# Поздравим iolka



## akok

Поздравляем!!!
18 лет не каждый год исполняется


----------



## Drongo

akok написал(а):


> 18 лет не каждый год исполняется


Сдал девушку.  А я думал, она намного старше... С совершеннолетием!!! Ура! Ура! Ура! 

*Бабка Ёжка с Нафаничкой*, с Днём рождения!!! Все пожелания читай ниже. :friends:






_Бyдь caмoй вecёлoй и caмoй cчacтливoй,
Xopoшeй и нeжнoй и caмoй кpacивoй.
Бyдь caмoй внимaтeльнoй, caмoй любимoй,
Пpocтoй, oбaятeльнoй, нeпoвтopимoй,
И дoбpoй, и cтpoгoй, и cлaбoй, и cильнoй,
Пycть бeды yxoдят c дopoги в бeccильe.
Пycть cбyдeтcя вcё, чтo ты xoчeшь caмa.
Любви Тeбe, Вepы, Нaдeжды, Дoбpa!_

И ещё, хороших тебе людей на пути, верных друзей, и быть всегда востребованной и нужной. :good2:


----------



## OKshef

*Бабка Ёжка с Нафаничкой!* C превеликим удовольствием поздравляю с днем рождения! Счастья, успехов, талантливых учеников, благодарных поклонников! 


akok написал(а):


> 18 лет не каждый год исполняется


 Пусть будет каждый!


----------



## iskander-k

*Бабка Ёжка с Нафаничкой*Поздравляю С днём Варенья ! Совсем взрослая стала. :drinks::kiss3::blush:


----------



## Sergei

и я присоединяюсь к поздравлениям. с совершенолетием *Бабка Ёжка с Нафаничкой *!


----------



## iolka

всем большое спасибо за поздравления:thank_you2::i-m_so_happy:

пс... кто-то получит на орехи за распространение ложной информации, даже не смотря на то, что админ.


----------



## Mila

Взгляни на небо. Там,где млечный путь,
Увидишь звезд великое скопленье,
Возьми одну из них и не забудь,
Что у тебя сегодня День Рожденья.
А я желаю тебе счастья,
Любви и в стужу и в ненастье,
И чтобы всем чертям назло
Тебе всегда во всем везло!arty:


----------



## iolka

спасибо... очень приятно


----------



## Drongo

*Бабка Ёжка с Нафаничкой*, А фотоотчёт с праздника будет? :girl_witch: Мы хотим... :blush:


----------



## iolka

и всё-то вам покажи... уезжала из города в пещеру Шульган-таш за 300 км... проколола колесо и потеряла колпак.. в остальном всё было замечательно:yess:


----------



## Mila

Ну, теперь уж точно отчет нужен!
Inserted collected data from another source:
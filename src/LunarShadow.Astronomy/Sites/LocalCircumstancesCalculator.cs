using LunarShadow.Astronomy.Eclipses;
using LunarShadow.Astronomy.Shadow;
using LunarShadow.Astronomy.Time;
using LunarShadow.Astronomy.Units;

namespace LunarShadow.Astronomy.Sites;

/// <summary>
/// Local circumstances: the global eclipse seen from one site, clipped to when the Moon stands above the horizon,
/// the horizon profile and the minimum altitude. Works on the eclipse's fitted night, so it costs microseconds.
/// </summary>
public static class LocalCircumstancesCalculator
{
    /// <summary>Events are reported within this many hours of greatest eclipse.</summary>
    public const double EventWindowHours = 12.0;

    /// <summary>The circumstances of an eclipse at a site, with UTC from the given time scales.</summary>
    public static LocalCircumstances Compute(LunarEclipse eclipse, Site site, TimeScaleConverter time)
    {
        var deltaT = time.DeltaTAt(eclipse.GreatestEclipse).Seconds;
        var toUtc = NightClock.For(eclipse, time);
        var sky = new LocalSky(eclipse.NightSky, site, deltaT);
        var night = eclipse.NightSky;
        double HoursOf(TtInstant tt) => night.HoursFromCenter(tt);

        var dip = site.HorizonDip.Radians;
        var minimum = site.MinimumAltitude.Radians;
        double AboveSeaHorizon(double limb, double azimuth) => limb + dip;
        double AboveProfile(double limb, double azimuth) => limb - Math.Max(site.Horizon.AltitudeAt(Angle.FromRadians(azimuth)).Radians, -dip);
        double Visibility(double limb, double azimuth) =>
            limb - Math.Max(Math.Max(site.Horizon.AltitudeAt(Angle.FromRadians(azimuth)).Radians, minimum), -dip);

        const double w = EventWindowHours;
        var scan = new AltitudeCrossings(sky, -w, w);
        var events = new List<MoonEvent>();
        var seaCrossings = scan.Find(AboveSeaHorizon, HorizonProfile.Flat);
        foreach (var (h, rising) in seaCrossings) events.Add(Event(rising ? MoonEventType.Rise : MoonEventType.Set, h));
        if (!site.Horizon.IsFlat)
        {
            foreach (var (h, rising) in scan.Find(AboveProfile, site.Horizon))
                events.Add(Event(rising ? MoonEventType.ClearsHorizonProfile : MoonEventType.HiddenByHorizonProfile, h));
        }
        events.Sort((a, b) => a.Tt.CompareTo(b.Tt));
        var horizonState = seaCrossings.Count > 0 ? MoonHorizonState.RisesOrSets
            : scan.AtStart(AboveSeaHorizon) >= 0 ? MoonHorizonState.UpThroughout : MoonHorizonState.DownThroughout;

        // With a flat horizon and no minimum above it, visibility is the sea horizon itself.
        var visibilityCrossings = site.Horizon.IsFlat && minimum <= -dip ? seaCrossings : scan.Find(Visibility, site.Horizon);
        var visibleSpans = scan.PositiveSpans(Visibility, visibilityCrossings);
        var phases = new List<VisibleSpan>();
        AddPhase(EclipsePhase.Penumbral, ContactName.P1, ContactName.P4);
        AddPhase(EclipsePhase.Partial, ContactName.U1, ContactName.U4);
        AddPhase(EclipsePhase.Total, ContactName.U2, ContactName.U3);

        var contacts = new List<LocalContact>();
        foreach (var m in eclipse.Moments) contacts.Add(Contact(m.Contact, m.Tt, m.PositionAngle));

        var best = LargestVisibleMagnitude(eclipse, sky, phases, toUtc);
        return new LocalCircumstances(site, eclipse, deltaT, contacts, events, horizonState, phases, best);

        MoonEvent Event(MoonEventType type, double h)
        {
            var tt = night.InstantAt(h);
            return new MoonEvent(type, tt, toUtc(tt), sky.MoonAt(h).Azimuth.Degrees);
        }

        void AddPhase(EclipsePhase phase, ContactName start, ContactName end)
        {
            if (eclipse.Contact(start) is not { } a || eclipse.Contact(end) is not { } b) return;
            var (ha, hb) = (HoursOf(a.Tt), HoursOf(b.Tt));
            foreach (var (s, e) in visibleSpans)
            {
                var from = Math.Max(s, ha);
                var to = Math.Min(e, hb);
                if (to <= from) continue;
                var (ttFrom, ttTo) = (night.InstantAt(from), night.InstantAt(to));
                // Where a span ends at a contact, use the contact's own instant so the two agree exactly.
                if (from == ha) ttFrom = a.Tt;
                if (to == hb) ttTo = b.Tt;
                phases.Add(new VisibleSpan(phase, ttFrom, ttTo, toUtc(ttFrom), toUtc(ttTo)));
            }
        }

        LocalContact Contact(ContactName? name, TtInstant tt, Angle? positionAngle)
        {
            var h = HoursOf(tt);
            var moon = sky.MoonAt(h);
            var sun = sky.SunAltitudeAt(h);
            Angle? zenith = positionAngle is { } pa ? (pa - moon.ParallacticAngle).NormalizedPositive() : null;
            var visible = Visibility(moon.UpperLimbApparentAltitude.Radians, moon.Azimuth.Radians) >= -1e-9
                || visibleSpans.Any(span => span.Start - 1e-6 <= h && h <= span.End + 1e-6);
            return new LocalContact(name, tt, toUtc(tt), moon, visible, sun, SkyStates.FromSunAltitude(sun), zenith);
        }
    }

    // The umbral magnitude rises to its greatest value and falls again, so its largest visible value is at greatest
    // eclipse when that is visible, otherwise at the visible moment nearest to it.
    private static GreatestVisibleMagnitude? LargestVisibleMagnitude(LunarEclipse eclipse, LocalSky sky, List<VisibleSpan> phases, Func<TtInstant, NodaTime.Instant> toUtc)
    {
        var whole = phases.Where(p => p.Phase == EclipsePhase.Penumbral).ToList();
        if (whole.Count == 0) return null;
        var greatest = eclipse.GreatestEclipse;
        var tt = whole.Any(p => p.StartTt <= greatest && greatest <= p.EndTt)
            ? greatest
            : whole.SelectMany(p => new[] { p.StartTt, p.EndTt }).MinBy(t => Math.Abs(t.SecondsSince(greatest)));
        var passage = eclipse.Passage;
        var g = passage.At(passage.HoursFromCenter(tt));
        var radii = ShadowCrossSection.RadiiTowardMoon(eclipse.Model, g);
        var s = g.MoonSemiDiameter.Radians;
        var magnitude = tt == greatest ? eclipse.UmbralMagnitude : ShadowCrossSection.Magnitude(radii.Umbra.Radians, s, g.Separation.Radians);
        var altitude = sky.MoonAt(sky.Night.HoursFromCenter(tt)).ApparentAltitude;
        return new GreatestVisibleMagnitude(magnitude, tt, toUtc(tt), altitude);
    }
}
Что за пещеры? Надо фотки! Поделитесь впечатлениями:sun_bespectacled:


----------



## iolka

вот такие виды меня окружали




 


 







 


 


 




_Добавлено через 3 минуты 54 секунды_
*Ludmila*, ну рассказывать бесполезно.. надо быть там..... природа просто загляденье.. воздух.. горы.... бабочки тысячами..... машина в хлам.... но счастья полные штаны:girl_dance::girl_in_love:

_Добавлено через 2 минуты 53 секунды_
а сказочный эпос про стойбище для коня Шульгана (владыки подземного мира) заставляет суетиться мурашки...:mosking:


----------



## Mila

Супер. как красиво! 


Бабка Ёжка с Нафаничкой написал(а):


> но счастья полные штаны


Это уж точно:yahoo:


----------



## Drongo

*Бабка Ёжка с Нафаничкой*, Отличные кадры. :good2: А где на них ты? :victory:


----------



## iolka

я как раз снимаю:dance:


----------



## Drongo

Таинственная ты наша.


----------



## iolka

есть немного, я, в отличии от тебя, свои фотки на аватар не ставлю:tease:


----------



## akok

Красивые фотки. Требуем личную фотку на фоне скалы.


----------



## iolka

:shok:.... сори... нетюardon:

_Добавлено через 31 секунду_
и что ещё за наезды? а?


----------



## Drongo

Бабка Ёжка с Нафаничкой написал(а):


> есть немного, я, в отличии от тебя, свои фотки на аватар не ставлю


Да это я в юности такой. :sarcastic: 



Бабка Ёжка с Нафаничкой написал(а):


> и что ещё за наезды? а?


Это знаки внимания.


----------



## iolka

:focus::tease: приезжайте в гости.... я, так и быть, свожу вас в эти красивейшие места.... только чур запаски и колпаки после поездки вы включите в свою смету расходов


----------



## Drongo

Бабка Ёжка с Нафаничкой написал(а):


> приезжайте в гости....


Ага, ты в пещеру нас заведёшь и бросишь. :sarcastic: Лучше вы к нам. ))))


----------



## iolka

вот значит вы обо мне какого мнения:shok::swoon:


----------



## Drongo

*Бабка Ёжка с Нафаничкой*, О Вас, самого лучшего мнения! Это же шутка.


----------



## iolka

:whistle3:нужно, чтоб вы иногда понервничали :girl_witch:


----------



## ТроПа

В общем, не все вовремя сумели поздравить.
Поздравляю, всех благ и успехов во всём


----------



## iolka

*wise-wistful*, спасибо большое


----------



## volk1234

Да нет она заведет в пещеру и будет говорить:
неверный путь выбрали, повторите логи 

ps/ с днем рождения


----------



## Sergei

*volk1234*,


----------



## iolka

*volk1234*, ох и помучаю:spiteful::sarcastic_hand:
за поздравлялку - пасяб:wink2::thank_you2:


----------